# Re-rating companies



## basilio (13 December 2010)

One of the comments that get's thrown around a bit is when a company is "re-rated" by the marketplace. The theory goes that as a company prospects become clearer the investment analysts decides it's too cheap and starts to pile in boosting it's  SP price to theoretically more appropriate levels.

My query is "How quickly should this happen ?" It seems to me that a number of stocks with seemingly excellent prospects are still under priced. (Of course if one is strong in the belief that the stock is badly underrated this just makes for excellent buying opportunities.)
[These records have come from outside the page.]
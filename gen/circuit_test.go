package gen

import (
	"fmt"
	"math"
	"slices"
	"strings"
	"testing"

	"gonum.org/v1/gonum/mat"
	"pgregory.net/rapid"
	"qcheck.dev/qcheck/circuit"
	"qcheck.dev/qcheck/shrink"
)

func TestCircuitZeroOptions(t *testing.T) {
	// The zero Options: 3 qubits, at most 20 ops, gates from DefaultGateSet.
	set := DefaultGateSet()
	longest := 0
	for seed := range 300 {
		c := Circuit(Options{}).Example(seed)
		if err := c.Validate(); err != nil {
			t.Fatalf("seed %d: invalid circuit: %v\n%v", seed, err, c)
		}
		if c.Qubits() != 3 || c.Len() > 20 {
			t.Fatalf("seed %d: %d qubits, %d ops; want 3 qubits, ≤ 20 ops", seed, c.Qubits(), c.Len())
		}
		for i, op := range c.Ops {
			if !slices.Contains(set, op.Gate.Name) {
				t.Fatalf("seed %d: op %d is %v, not in DefaultGateSet", seed, i, op)
			}
		}
		longest = max(longest, c.Len())
	}
	if longest != 20 {
		t.Errorf("no draw in 300 reached MaxOps = 20 (longest %d)", longest)
	}
}

func TestCircuitRespectsOptions(t *testing.T) {
	opts := Options{Qubits: 5, MinOps: 7, MaxOps: 12, GateSet: []string{"rz", "sx", "cx"}}
	for seed := range 200 {
		c := Circuit(opts).Example(seed)
		if err := c.Validate(); err != nil {
			t.Fatalf("seed %d: %v", seed, err)
		}
		if c.Qubits() != 5 || c.Len() < 7 || c.Len() > 12 {
			t.Fatalf("seed %d: %d qubits, %d ops; want 5 qubits, 7..12 ops", seed, c.Qubits(), c.Len())
		}
		for i, op := range c.Ops {
			if !slices.Contains(opts.GateSet, op.Gate.Name) {
				t.Fatalf("seed %d: op %d is %v, outside the gate set %v", seed, i, op, opts.GateSet)
			}
		}
	}
}

func TestCircuitWeights(t *testing.T) {
	// Without motifs each op's gate is drawn independently with probability
	// weight/total: h with 3/4, x with 1/4, cx never. Binomial count of h
	// against its mean by the normal approximation (n ≈ 10^4 ops, so the
	// approximation error is far below the margin), z for 5e-7 two-sided;
	// two checks (Example, rapid.Check): false failure ≤ 1e-6 per run.
	opts := Options{Qubits: 2, MaxOps: 40, GateSet: []string{"h", "x", "cx"},
		Weights: map[string]int{"h": 3, "cx": 0}, Motifs: -1}
	example, checked := drawAll(t, Circuit(opts), 500, 1)
	for name, sample := range map[string][]*circuit.Circuit{"Example": example, "rapid.Check": checked} {
		counts := map[string]int{}
		total := 0
		for _, c := range sample {
			for _, op := range c.Ops {
				counts[op.Gate.Name]++
				total++
			}
		}
		if counts["cx"] != 0 {
			t.Errorf("via %s: cx has weight 0 but was drawn %d times", name, counts["cx"])
		}
		mean, sd := 0.75*float64(total), math.Sqrt(float64(total)*0.75*0.25)
		if z := math.Abs(float64(counts["h"])-mean) / sd; z > normalCritical(falseFailure/2) {
			t.Errorf("via %s: h drawn %d times in %d ops, want about %.0f (z = %.1f)", name, counts["h"], total, mean, z)
		}
	}
}

func TestCircuitOperandsEven(t *testing.T) {
	// Every qubit, the last included, is as likely as any other to be an
	// op's first operand (without motifs: operands are drawn uniformly among
	// the free qubits). Chi-square over 3 qubits, 2 degrees of freedom,
	// critical value −2·ln(alpha) exactly (Abramowitz & Stegun 26.4.21); two
	// checks: false failure ≤ 1e-6 per run. Ops within one circuit are
	// independent, so their operands may be pooled.
	alpha := falseFailure / 2
	example, checked := drawAll(t, Circuit(Options{Motifs: -1}), 1500, 1)
	for name, sample := range map[string][]*circuit.Circuit{"Example": example, "rapid.Check": checked} {
		counts := map[string]int{}
		for _, c := range sample {
			for _, op := range c.Ops {
				counts[fmt.Sprint(op.Qubits[0])]++
			}
		}
		if chi2, seen := chiSquareUniform(counts, 3); seen != 3 || chi2 > -2*math.Log(alpha) {
			t.Errorf("via %s: first operands %v give chi-square %.1f", name, counts, chi2)
		}
	}
}

func TestCircuitLengthsEven(t *testing.T) {
	// Without motifs the length is uniform on [MinOps, MaxOps]: chi-square
	// over the 10 lengths 0..9, 9 degrees of freedom, critical value
	// chi2.isf(5e-7, 9) = 46.43 from SciPy (testdata/gen/reference.txt); two
	// checks: false failure ≤ 1e-6 per run.
	const crit = 46.4348367220341
	example, checked := drawAll(t, Circuit(Options{MaxOps: 9, Motifs: -1}), 3000, 1)
	for name, sample := range map[string][]*circuit.Circuit{"Example": example, "rapid.Check": checked} {
		counts := map[string]int{}
		for _, c := range sample {
			counts[fmt.Sprint(c.Len())]++
		}
		if chi2, seen := chiSquareUniform(counts, 10); seen > 10 || chi2 > crit {
			t.Errorf("via %s: lengths %v give chi-square %.1f > %.1f", name, counts, chi2, crit)
		}
	}
}

// structure counts, over a circuit, the four shapes that motifs make:
// an op and its exact inverse on the same qubits with nothing between them on
// those qubits; ops in runs of three or more diagonal gates; an op followed
// by two ops confined to its qubits; a block of 1 to 3 ops written twice in
// a row.
type structure struct{ inverse, diagonal, run, repeat int }

func structureOf(c *circuit.Circuit) structure {
	var s structure
	ops := c.Ops
	touches := func(op circuit.Op, qs []int) bool {
		return slices.ContainsFunc(op.Qubits, func(q int) bool { return slices.Contains(qs, q) })
	}
	within := func(op circuit.Op, qs []int) bool {
		return !slices.ContainsFunc(op.Qubits, func(q int) bool { return !slices.Contains(qs, q) })
	}
	diagonalRun := 0
	for i, op := range ops {
		for j := i + 1; j < len(ops); j++ {
			if slices.Equal(ops[j].Qubits, op.Qubits) && op.Gate.Inverse().Equal(ops[j].Gate) {
				s.inverse++
				break
			}
			if touches(ops[j], op.Qubits) {
				break
			}
		}
		if slices.Contains(diagonalGates, op.Gate.Name) {
			diagonalRun++
			switch {
			case diagonalRun == 3:
				s.diagonal += 3
			case diagonalRun > 3:
				s.diagonal++
			}
		} else {
			diagonalRun = 0
		}
		if i+2 < len(ops) && within(ops[i+1], op.Qubits) && within(ops[i+2], op.Qubits) {
			s.run++
		}
		for l := 1; l <= 3 && i+2*l <= len(ops); l++ {
			same := true
			for k := range l {
				same = same && ops[i+k].Equal(ops[i+l+k])
			}
			if same {
				s.repeat++
				break
			}
		}
	}
	return s
}

func TestCircuitMotifs(t *testing.T) {
	// With motifs each shape is common; without them it is rare.
	// Deterministic (fixed seeds); the thresholds leave a wide margin.
	count := func(motifs int) structure {
		opts := Options{Qubits: 4, MinOps: 40, MaxOps: 40, Motifs: motifs,
			GateSet: []string{"h", "x", "y", "sx", "rx", "ry", "cx", "swap", "rz", "cz"}}
		var total structure
		for seed := range 200 {
			s := structureOf(Circuit(opts).Example(seed))
			total.inverse += s.inverse
			total.diagonal += s.diagonal
			total.run += s.run
			total.repeat += s.repeat
		}
		return total
	}
	plain, rich := count(-1), count(100)
	t.Logf("in 8000 ops without → with motifs: %+v → %+v", plain, rich)
	for _, c := range []struct {
		name          string
		without, with int
	}{
		{"inverse pairs", plain.inverse, rich.inverse},
		{"diagonal runs", plain.diagonal, rich.diagonal},
		{"same-qubit runs", plain.run, rich.run},
		{"repeated blocks", plain.repeat, rich.repeat},
	} {
		if c.with < 2*c.without+20 {
			t.Errorf("%s: %d without motifs, %d with; want at least twice as many with", c.name, c.without, c.with)
		}
	}
}

func TestCircuitCustomGates(t *testing.T) {
	// A Hermitian custom gate (the two-qubit XX = X⊗X) is its own inverse; a
	// non-Hermitian one (√iSWAP-like phase gate diag(1, 1, 1, i)) has none in
	// the set unless listed.
	xx, err := circuit.Custom("xx", mat.NewCDense(4, 4, []complex128{
		0, 0, 0, 1,
		0, 0, 1, 0,
		0, 1, 0, 0,
		1, 0, 0, 0}))
	if err != nil {
		t.Fatal(err)
	}
	cs, err := circuit.Custom("cs", mat.NewCDense(4, 4, []complex128{1, 0, 0, 0, 0, 1, 0, 0, 0, 0, 1, 0, 0, 0, 0, 1i}))
	if err != nil {
		t.Fatal(err)
	}
	opts := Options{Qubits: 3, MaxOps: 30, GateSet: []string{"h"}, Custom: []circuit.Gate{xx, cs},
		Weights: map[string]int{"h": 1, "xx": 2, "cs": 2}, Motifs: 100}
	seen := map[string]int{}
	for seed := range 100 {
		c := Circuit(opts).Example(seed)
		if err := c.Validate(); err != nil {
			t.Fatalf("seed %d: %v", seed, err)
		}
		for _, op := range c.Ops {
			seen[op.Gate.Name]++
			if op.Gate.Name == "csdg" {
				t.Fatalf("seed %d: drew csdg, which is not in the set", seed)
			}
		}
	}
	if seen["xx"] == 0 || seen["cs"] == 0 || seen["h"] == 0 {
		t.Errorf("gate counts %v: every gate of the set should appear", seen)
	}
	p, err := opts.resolve()
	if err != nil {
		t.Fatal(err)
	}
	if p.choices[1].inverse != 1 || p.choices[2].inverse != -1 || !p.choices[2].diagonal || p.choices[1].diagonal {
		t.Errorf("xx: inverse %d diagonal %v; cs: inverse %d diagonal %v; want 1 false, -1 true",
			p.choices[1].inverse, p.choices[1].diagonal, p.choices[2].inverse, p.choices[2].diagonal)
	}
}

func TestCircuitOptionErrors(t *testing.T) {
	notCustom, _ := circuit.NewGate("h")
	for _, c := range []struct {
		opts Options
		want string
	}{
		{Options{Qubits: -1}, "Qubits = -1"},
		{Options{MaxOps: -2}, "MaxOps = -2"},
		{Options{MinOps: 30}, "MinOps = 30"},
		{Options{GateSet: []string{"h", "hadamard"}}, `GateSet[1] = "hadamard" is not a standard gate`},
		{Options{GateSet: []string{"measure"}}, `GateSet[0] = "measure" is not a unitary gate`},
		{Options{Qubits: 2, GateSet: []string{"ccx"}}, `GateSet[0] = "ccx" acts on 3 qubits`},
		{Options{GateSet: []string{"h", "h"}}, `GateSet[1] = "h" is listed twice`},
		{Options{Custom: []circuit.Gate{notCustom}}, "Custom[0]"},
		{Options{GateSet: []string{"h"}, Weights: map[string]int{"x": 1}}, `Weights names "x"`},
		{Options{GateSet: []string{"h"}, Weights: map[string]int{"h": -1}}, `Weights["h"] = -1`},
		{Options{GateSet: []string{"h"}, Weights: map[string]int{"h": 0}}, "every gate has weight 0"},
		{Options{Motifs: 101}, "Motifs = 101"},
	} {
		failed, out := report(t, Circuit(c.opts))
		if !failed || !strings.Contains(out, c.want) {
			t.Errorf("%+v: failed=%v, report %q; want a failure containing %q", c.opts, failed, out, c.want)
		}
	}
}

func TestCircuitShrinksToMinimalCounterexample(t *testing.T) {
	// The property "no cx with target 2 follows an h on qubit 2" fails; from
	// circuits of up to 200 ops rapid, and shrink.Minimize after it, must
	// reach the two-op counterexample h q2; cx q0,q2 (lowest control,
	// nothing else). rapid alone may stop at two ops whose qubits were drawn
	// together (a pattern's), which Minimize then lowers one at a time.
	fails := func(c *circuit.Circuit) bool {
		hOn2 := false
		for _, op := range c.Ops {
			switch {
			case op.Gate.Name == "h" && op.Qubits[0] == 2:
				hOn2 = true
			case hOn2 && op.Gate.Name == "cx" && op.Qubits[1] == 2:
				return true
			}
		}
		return false
	}
	shrunk, first := shrunkFrom(t, Circuit(Options{Qubits: 4, MaxOps: 200}), fails)
	minimal := shrink.Minimize(shrunk, fails)
	want := circuit.New(4).H(2).CX(0, 2)
	if !minimal.Equal(want) {
		t.Errorf("shrunk to %d ops (from %d):\n%v\nwant\n%v", minimal.Len(), first.Len(), minimal, want)
	}
	if first.Len() < 50 {
		t.Errorf("the first failing circuit had only %d ops; the test should shrink from a long one", first.Len())
	}
	t.Logf("shrunk from %d ops to %d by rapid, %d by Minimize", first.Len(), shrunk.Len(), minimal.Len())
}

func TestCircuitShrinksTowardSimpleGatesAndAngles(t *testing.T) {
	opts := Options{Qubits: 4, MaxOps: 50}
	// Any two-qubit gate: one op on qubits 0, 1 (cx, the first two-qubit
	// gate of DefaultGateSet, when rapid reaches it; a gate written by a
	// motif, whose choice rapid cannot lower alone, otherwise).
	twoQubit := func(c *circuit.Circuit) bool {
		return slices.ContainsFunc(c.Ops, func(op circuit.Op) bool { return len(op.Qubits) == 2 })
	}
	got := shrink.Minimize(shrunk(t, Circuit(opts), twoQubit), twoQubit)
	if len(got.Ops) != 1 || !slices.Equal(got.Ops[0].Qubits, []int{0, 1}) || slices.ContainsFunc(got.Ops[0].Gate.Params, func(a float64) bool { return a != 0 }) {
		t.Errorf("a circuit with a two-qubit gate shrinks to\n%v\nwant one op on qubits 0, 1 with angles 0", got)
	}
	// Any gate with a nonzero angle: one op, on the lowest qubits, with π/4,
	// the first nonzero special angle (rz, the first gate with an angle,
	// when rapid reaches it; a pattern's gate with an angle otherwise).
	angled := func(c *circuit.Circuit) bool {
		return slices.ContainsFunc(c.Ops, func(op circuit.Op) bool {
			return slices.ContainsFunc(op.Gate.Params, func(a float64) bool { return a != 0 })
		})
	}
	got = shrink.Minimize(shrunk(t, Circuit(opts), angled), angled)
	if len(got.Ops) != 1 || !slices.Contains(got.Ops[0].Gate.Params, math.Pi/4) || got.Ops[0].Qubits[0] != 0 {
		t.Errorf("a circuit with a nonzero angle shrinks to\n%v\nwant one op on qubit 0 with angle π/4", got)
	}
}

func TestCircuitAnyOptions(t *testing.T) {
	// Whatever sensible options a test passes, every draw is a valid circuit
	// within them (a property test over Options themselves).
	var unitary []string
	for _, s := range circuit.Standard() {
		if g, err := circuit.NewGate(s.Name, make([]float64, s.Params)...); err == nil && g.Unitary() {
			unitary = append(unitary, s.Name)
		}
	}
	rapid.Check(t, func(rt *rapid.T) {
		qubits := rapid.IntRange(1, 5).Draw(rt, "qubits")
		maxOps := rapid.IntRange(1, 30).Draw(rt, "maxOps")
		minOps := rapid.IntRange(0, maxOps).Draw(rt, "minOps")
		set := rapid.SliceOfNDistinct(rapid.SampledFrom(unitary), 1, 6, rapid.ID[string]).
			Filter(func(names []string) bool {
				for _, n := range names {
					if s, _ := circuit.Lookup(n); s.Qubits > qubits {
						return false
					}
				}
				return true
			}).Draw(rt, "gates")
		opts := Options{Qubits: qubits, MinOps: minOps, MaxOps: maxOps, GateSet: set,
			Motifs: rapid.IntRange(-1, 100).Draw(rt, "motifs")}
		c := Circuit(opts).Draw(rt, "circuit")
		if err := c.Validate(); err != nil {
			rt.Fatalf("invalid circuit: %v\n%v", err, c)
		}
		if c.Qubits() != qubits || c.Len() < minOps || c.Len() > maxOps {
			rt.Fatalf("%d qubits, %d ops; want %d qubits, %d..%d ops", c.Qubits(), c.Len(), qubits, minOps, maxOps)
		}
		for i, op := range c.Ops {
			if !slices.Contains(set, op.Gate.Name) {
				rt.Fatalf("op %d is %v, outside the set %v", i, op, set)
			}
		}
	})
}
What do other members think ? Is the  general investment community just too slow or too cautious or does it realistically take a long time and absolute certainty for stocks to be re rated ? Any past or present examples to help make the case ?


----------



## So_Cynical (13 December 2010)

*Re: Re rating companies*

In a Bear market the investment community is over cautious, and in a Bull market over optimistic, ILU is a good example of a big stock that's under gone a massive re-rating over the last 10 months....the SP didn't start to take off until production was well under way at there new mine and increased world demand and rising prices for there products was well established.


----------



## ParleVouFrancois (13 December 2010)

*Re: Re rating companies*

Imo it takes a while, technical traders won't jump on until the price has already showed a bullish pattern (catch 22 a little), so it's usually down to the old boring fundamentalists to shove the price up a little. The market also heavily discounts risk, especially in the smaller caps of the ASX.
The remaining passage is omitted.